Omakitty is this huge, really mean kitty that rules over Cooper's household with an iron fist!! :lol: 

Your new baby is absolutely precious.


----------



## Cooper (Jun 15, 2005)

chimom said:


> Omakitty is this huge, really mean kitty that rules over Cooper's household with an iron fist!! :lol:
> 
> Your new baby is absolutely precious.


Ummm... that's PRINCESS OmaKitty to you. :shock:


----------



## LittleHead (May 20, 2004)

HOW CUTE!!


----------



## LittleHead (May 20, 2004)

I'd be like "LISTEN OMAKITTY, I'm the one that pays the bills and is pretty much a SLAVE to you...if I want another baby, I'm gettin one!"  :lol:


----------



## Kari (May 13, 2004)

LittleHead said:


> I'd be like "LISTEN OMAKITTY, I'm the one that pays the bills and is pretty much a SLAVE to you...if I want another baby, I'm gettin one!"  :lol:


Yep! My cat Amaru was against me getting another chi but I had to go against her wishes!


----------



## Cooper (Jun 15, 2005)

LittleHead said:


> I'd be like "LISTEN OMAKITTY, I'm the one that pays the bills and is pretty much a SLAVE to you...if I want another baby, I'm gettin one!"  :lol:


It's not that easy in my household. OmaKitty was abused by a mean person and she doesn't take kindly to change due to a few emotional problems.  We obey the kitty in my household.
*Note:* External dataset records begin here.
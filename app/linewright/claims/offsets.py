"""Strength offset of each species: how far its lines are from the predicted strengths.

The prior is heavy-tailed (Student t), so that a peculiar star is recognised, not refused;
lines that should show and do not push the offset down.
"""

from __future__ import annotations

from functools import lru_cache

import numpy as np

from .curves import BIN, CENTRES, bin_of

SCALE, FREEDOM = 0.4, 3.0  # dex and degrees of freedom of the prior
LEAST_ERROR = 0.05  # dex: the strengths of one species share errors of their own
LINES_FOR_ZERO = 20.0  # seen lines of a population that fix its zero of strength
GRID = np.arange(-15, 16) * BIN
FINE = np.arange(-75, 76) * (BIN / 5)  # fine enough for LEAST_ERROR


def prior_log(scale: float = SCALE):
    """Log prior over GRID."""
    return -0.5 * (FREEDOM + 1) * np.log1p((GRID / scale) ** 2 / FREEDOM)


def detection_log_likelihood(strength, seen, exposure, species, count, curve):
    """(count, len(GRID)) log-likelihood of each species' offset from shown and missing lines.

    strength: (n,) predicted without offset; seen, exposure: (n,); species: (n,) index.
    """
    bins = len(CENTRES)
    key = species * bins + bin_of(strength)
    hits = np.bincount(key, seen, count * bins).reshape(count, bins)
    misses = np.bincount(key, np.maximum(exposure - seen, 0.0), count * bins)
    misses = misses.reshape(count, bins)
    shifted = curve(CENTRES[:, None] + GRID[None, :])
    return hits @ np.log(shifted) + misses @ np.log1p(-shifted)


def strength_log_likelihood(residual, slope, scatter, weight, species, count):
    """(count, len(GRID)) log-likelihood from measured strengths of claimed pairs.

    residual: m - h(S without offset), dex; slope: dh/dS; weight: pair probability.
    """
    table = np.zeros((count, len(GRID)))
    if len(residual) == 0:
        return table
    order = np.argsort(species, kind="stable")
    # Single precision is plenty for a sum over claims, and several times faster.
    base = (residual / scatter)[order].astype(np.float32)
    slant = (slope / scatter)[order].astype(np.float32)
    z = base[None, :] - GRID.astype(np.float32)[:, None] * slant[None, :]
    value = np.log(np.float32(0.9) * np.exp(-0.5 * np.minimum(z * z, 60.0)) + np.float32(0.02))
    value = value * weight[order]
    named = species[order]
    start = np.nonzero(np.concatenate(([True], named[1:] != named[:-1])))[0]
    table[named[start]] = np.add.reduceat(value, start, axis=1).T
    return table


def best_offsets(log_likelihood, scale: float = SCALE):
    """Posterior mean and sigma per species, dex, from (count, len(GRID)) likelihoods."""
    log_posterior = (log_likelihood + prior_log(scale)) @ _refined()
    posterior = np.exp(log_posterior - log_posterior.max(axis=1, keepdims=True))
    posterior /= posterior.sum(axis=1, keepdims=True)
    mean = posterior @ FINE
    sigma = np.sqrt(np.maximum(posterior @ FINE**2 - mean**2, 0.0))
    return mean, np.maximum(sigma, LEAST_ERROR)


@lru_cache(maxsize=1)
def _refined():
    """(len(GRID), len(FINE)): cubic spline through values at GRID, taken at FINE; offsets read
    off the grid alone would jump as the best point changes."""
    from scipy.interpolate import CubicSpline

    return CubicSpline(GRID, np.eye(len(GRID)), bc_type="natural")(FINE).T


def shared_offset(offset, lines) -> float:
    """What the species of a population have in common, dex; 0 where too few lines are seen.

    offset: (n,) dex; lines: (n,) lines seen of each. A mean that a species of odd abundance
    does not move, however many lines it has: species weigh by the square root of theirs,
    and less the farther they stand from the rest (Student t about the median).
    """
    if float(np.sum(lines)) < LINES_FOR_ZERO:
        return 0.0
    weight = np.sqrt(lines)
    order = np.argsort(offset, kind="stable")
    heap = np.cumsum(weight[order])
    centre = float(offset[order][np.searchsorted(heap, 0.5 * heap[-1])])
    for _ in range(5):
        near = weight / (1.0 + ((offset - centre) / SCALE) ** 2 / FREEDOM)
        centre = float(np.sum(near * offset) / np.sum(near))
    return centre
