"""Several broad parts fitted together, and narrow lines on them: one window, one form.

A form is a tuple of (profile, sign): emission of two peaks, emission with absorption, and so
on. y = (continuum - flux)/continuum is their sum, but absorption after emission takes a share of
the light behind it: flux = (1 + emission) (1 - absorption). Narrow Gaussians are other lines.
"""

from __future__ import annotations

from dataclasses import dataclass

import numpy as np

from .gauss import FWHM_PER_SIGMA
from .shapes import EXTRA, profile, width_and_area
from .veil import running_mean, running_min

MOST_NARROW, SEEDS = 6, 10
NARROWEST, NARROW = 0.3, 1.4  # line widths: of other lines, of the parts at least
FAR = 6.0  # sigmas of the smoothed residual at which another line is tried
LOCAL = 0.1  # of the parts' height there, the same: less may be their own misfit
DARK, LIT = 0.6, 0.3  # widest other line in absorption and emission, of the narrowest part


@dataclass(frozen=True, eq=False)
class View:
    """x, y, noise of the samples (n,); length: samples per independent noise value;
    correlation of the noise; width: of a line, Angstrom; level: one sigma of the continuum."""

    x: np.ndarray
    y: np.ndarray
    noise: np.ndarray
    correlation: np.ndarray
    width: float
    level: float

    @property
    def length(self) -> float:
        return float(1.0 + 2.0 * self.correlation[1:].sum())


@dataclass(frozen=True, eq=False)
class Compound:
    """form; parts: parameters (a, c, ln s, extra) of each; narrow (m, 3); chi2, count of
    parameters; slopes (n, k) of the model over the noise."""

    form: tuple
    parts: tuple[np.ndarray, ...]
    narrow: np.ndarray
    chi2: float
    slopes: np.ndarray

    @property
    def count(self) -> int:
        return self.slopes.shape[1]

    def broad(self, x):
        """The parts together at x (n,)."""
        return _together(self.form, [profile(s, x, p) for (s, _), p in zip(self.form, self.parts)])[0]

    def lit(self, x):
        """Emission over the continuum at x (n,)."""
        bright = (profile(s, x, p)[0] for (s, sign), p in zip(self.form, self.parts) if sign < 0)
        return -sum(bright, np.zeros(len(x)))

    def criterion(self, view: View, misfit: float) -> float:
        """Schwarz 1978, the noise raised by the misfit of the best model."""
        n = len(view.x) / view.length
        return self.chi2 / view.length / misfit + self.count * np.log(n)


def fit_compound(view: View, form, starts, narrow) -> Compound:
    """Least squares from ``starts``, one (a, c, FWHM) a part; narrow: (m, 3) a, c, ln s."""
    from scipy.optimize import least_squares

    begin, low, high = _bounds(view, form, starts, narrow)
    done = least_squares(
        lambda p: (_model(view.x, form, p)[0] - view.y) / view.noise,
        np.clip(begin, low + 1e-9, high - 1e-9),
        jac=lambda p: _model(view.x, form, p)[1] / view.noise[:, None],
        bounds=(low, high), x_scale="jac", max_nfev=60, ftol=1e-5, xtol=1e-6,
    )
    parts, rest = _split(form, done.x)
    return Compound(form, parts, rest.reshape(-1, 3), 2.0 * float(done.cost), done.jac)


def _split(form, flat):
    parts, k = [], 0
    for shape, _ in form:
        parts.append(flat[k : k + 3 + EXTRA[shape]])
        k += 3 + EXTRA[shape]
    return tuple(parts), flat[k:]


def behind(form) -> bool:
    """Whether the form's absorption stands before its emission."""
    return form[0][1] < 0 and form[-1][1] > 0


def _together(form, made):
    """(y, slopes) of parts given as (values, slopes)."""
    if not behind(form):
        return sum(v for v, _ in made), np.hstack([d for _, d in made])
    bright = 1.0 - sum(v for (v, _), (_, sign) in zip(made, form) if sign < 0)
    clear = 1.0 - sum(v for (v, _), (_, sign) in zip(made, form) if sign > 0)
    slopes = [d * (clear if sign < 0 else bright)[:, None] for (_, d), (_, sign) in zip(made, form)]
    return 1.0 - bright * clear, np.hstack(slopes)


def _model(x, form, flat):
    parts, rest = _split(form, flat)
    broad, slopes = _together(form, [profile(s, x, p) for (s, _), p in zip(form, parts)])
    lines = [profile("gaussian", x, p) for p in rest.reshape(-1, 3)]
    return broad + sum((v for v, _ in lines), 0.0), np.hstack([slopes, *(d for _, d in lines)])


def _bounds(view: View, form, starts, narrow):
    """(start, lowest, highest) of all parameters."""
    w, span = view.width / FWHM_PER_SIGMA, view.x[-1] - view.x[0]
    tall = 4.0 * float(np.abs(view.y).max()) + 0.1
    begin, low, high = [], [], []
    for (shape, sign), (a, c, fwhm) in zip(form, starts):
        more = [np.log(max(0.3 * fwhm, w))] * EXTRA[shape]
        begin += [a, c, np.log(fwhm / FWHM_PER_SIGMA), *more]
        low += [0.0 if sign > 0 else -tall, view.x[0], np.log(0.5 * w), *([np.log(0.1 * w)] * len(more))]
        high += [1.0 if sign > 0 else 0.0, view.x[-1], np.log(span), *([np.log(span)] * len(more))]
    for a, c, s in narrow:
        begin += [a, c, s]
        low += [-tall if a < 0 else 0.0, c - 0.7 * view.width, np.log(NARROWEST * w)]
        high += [tall if a > 0 else 0.0, c + 0.7 * view.width, np.log(NARROW * w)]
    return np.array(begin), np.array(low), np.array(high)


def with_narrow(view: View, fit: Compound, seeds) -> Compound:
    """The fit with other lines on it: those of ``seeds`` (m, 3) that hold, then one after
    another where the residual is largest and sharp, while the criterion falls."""
    size = max(1, int(round(0.6 * view.width / np.median(np.diff(view.x)))))
    size += 1 - size % 2
    fit = _seeded(view, fit, seeds)
    lit = NARROW * view.width < LIT * narrowest(fit)
    for _ in range(MOST_NARROW):
        rest = view.y - _flat(view, fit)
        tame = running_mean(rest, size)
        wide = 2 * int(2.0 * view.width / np.median(np.diff(view.x))) + 1
        local = tame - _level(tame, wide)
        sigma = view.noise * np.sqrt(view.length / size)
        least = np.maximum(FAR * sigma, LOCAL * _swing(fit.broad(view.x), wide))
        least = np.where(local > 0, least, least / LIT if lit else np.inf)
        k = int(np.argmax(np.abs(local) / least))
        near = np.abs(fit.narrow[:, 1] - view.x[k]) < 0.6 * view.width
        if np.abs(local[k]) < least[k] or near.any():
            return fit
        line = np.array([[local[k], view.x[k], np.log(0.8 * view.width / FWHM_PER_SIGMA)]])
        new = _again(view, fit, np.concatenate([fit.narrow, line]))
        misfit = max(1.0, new.chi2 / max(len(view.x) - new.count, 1))
        worse = new.criterion(view, misfit) > fit.criterion(view, misfit)
        if worse or not _narrow(view, new.narrow[-1:])[0]:
            return fit
        fit = new
    return fit


def _again(view: View, fit: Compound, narrow) -> Compound:
    starts = [(p[0], p[1], FWHM_PER_SIGMA * np.exp(p[2])) for p in fit.parts]
    return fit_compound(view, fit.form, starts, narrow)


def _narrow(view: View, narrow) -> np.ndarray:
    """True for lines that are not as wide as they may be; (m,)."""
    return np.exp(narrow[:, 2]) < 0.99 * NARROW * view.width / FWHM_PER_SIGMA


def _seeded(view: View, fit: Compound, seeds) -> Compound:
    """The fit with the seeds that stay narrow and sure."""
    seeds = seeds[np.argsort(-np.abs(seeds[:, 0]), kind="stable")][:SEEDS]
    if not len(seeds):
        return fit
    new = _again(view, fit, seeds)
    error = np.sqrt(np.maximum(np.diag(covariance(view, new)), 0.0))[-3 * len(seeds) :: 3]
    keep = _narrow(view, new.narrow) & (np.abs(new.narrow[:, 0]) > 3.0 * error)
    return new if keep.all() else _again(view, fit, new.narrow[keep])


def narrowest(fit: Compound) -> float:
    """FWHM of the narrowest part, Angstrom."""
    return float(min(width_and_area(s, p)[0] for (s, _), p in zip(fit.form, fit.parts)))


def _swing(curve, size: int):
    """Largest |curve| within ``size`` samples about each one."""
    return -running_min(-np.abs(curve), min(size, 2 * (len(curve) // 4) + 1))


def _flat(view: View, fit: Compound):
    lines = sum((profile("gaussian", view.x, p)[0] for p in fit.narrow), np.zeros(len(view.x)))
    return fit.broad(view.x) + lines


def _level(values, size: int):
    """What is wider than ``size`` samples, up or down: mean of opening and closing."""
    size = min(size, 2 * (len(values) // 4) + 1)
    opened = -running_min(-running_min(values, size), size)
    closed = running_min(-running_min(-values, size), size)
    return 0.5 * (opened + closed)


def covariance(view: View, fit: Compound) -> np.ndarray:
    """Of all parameters, for correlated noise, misfit and a doubtful continuum (k, k).

    Where chi-square says that the form is not the line's, what it leaves takes the place of the
    noise, with its own correlation over the narrowest part (Newey & West 1987, Econometrica 55,
    703).
    """
    z = fit.slopes
    inverse = np.linalg.pinv(z.T @ z)
    free = max(len(view.x) - fit.count, 1)
    misfit = fit.chi2 / free
    rest = (view.y - _flat(view, fit)) / view.noise
    meat = _smeared(z, view.correlation)
    if misfit > 1.0 + 3.0 * np.sqrt(2.0 * view.length / free):
        lags = int(narrowest(fit) / float(np.median(np.diff(view.x))))
        lags = min(max(lags, 1), len(rest) // 4)
        own = np.array([np.mean(rest[: len(rest) - k] * rest[k:]) for k in range(lags)])
        taper = 1.0 - np.arange(lags) / lags
        meat = np.maximum(misfit, 1.0) * _smeared(z, taper * own / own[0])
    moved = inverse @ (z.T @ ((1 - view.y) / view.noise)) * view.level
    return inverse @ meat @ inverse + np.outer(moved, moved)


def _smeared(z, correlation) -> np.ndarray:
    """z' R z of the slopes z (n, k) for noise of a correlation."""
    smeared = z.copy()
    for lag, r in enumerate(correlation[1:], 1):
        smeared[lag:] += r * z[:-lag]
        smeared[:-lag] += r * z[lag:]
    return z.T @ smeared


def numbers(shape: str, p, block):
    """(depth, error, centre, error, FWHM, error, area, error) of one part, Angstrom."""
    fwhm, area = width_and_area(shape, p)
    wider, more = np.zeros(len(p)), np.zeros(len(p))
    more[0] = area
    for i in range(2, len(p)):
        up = p.copy()
        up[i] += 1e-4
        w, a = width_and_area(shape, up)
        wider[i], more[i] = (w - fwhm) / 1e-4, p[0] * (a - area) / 1e-4
    error = np.sqrt(np.maximum(np.diag(block), 0.0))
    return (p[0], error[0], p[1], error[1], fwhm, np.sqrt(max(wider @ block @ wider, 0.0)),
            p[0] * area, np.sqrt(max(more @ block @ more, 0.0)))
OmaKitty would also like to post that we are selling a slightly damaged and used 2 1/2 year old chihuahua and all his junk. Email OmaKitty if interested. **Any posts by OmaKitty are not sanctioned by Mom.**


----------



## Rachael Polachek (Feb 19, 2005)

Cooper said:


> LittleHead said:
> 
> 
> > I'd be like "LISTEN OMAKITTY, I'm the one that pays the bills and is pretty much a SLAVE to you...if I want another baby, I'm gettin one!"  :lol:
> ...


I'll never understand why you gave her your password. :shock:


----------



## xx-nathalie-xx (Jan 10, 2005)

super cute and unique name 
:wave: 

kisses nat


----------



## Anette&Saga (Jul 23, 2005)

xx-nathalie-xx said:


> super cute and unique name
> :wave:
> 
> kisses nat


It means something like farytail in norwegian  
I really like it


----------



## Jayne (Jul 8, 2005)

Saga is sooo tiny and cute!! Tyson wants her to be his girlfriend! ! :wave:


----------



## sjc (Jan 14, 2005)

What a sweet and tiny little sweetheart!!!


----------



## 8batch (Mar 11, 2005)

She is precious. When did you say she way arriving? And how? So, I can make sure my dog nappers are in your neighborhood. I love her! :lol:


----------



## Anette&Saga (Jul 23, 2005)

8batch said:


> She is precious. When did you say she way arriving? And how? So, I can make sure my dog nappers are in your neighborhood. I love her! :lol:


lol you`d better have your nappers in norway at the airport in Tromsø the 8 of august


----------



## Anette&Saga (Jul 23, 2005)

JAYNE said:


> Saga is sooo tiny and cute!! Tyson wants her to be his girlfriend! ! :wave:


lol Saga says she`d love to be his girlfriend


----------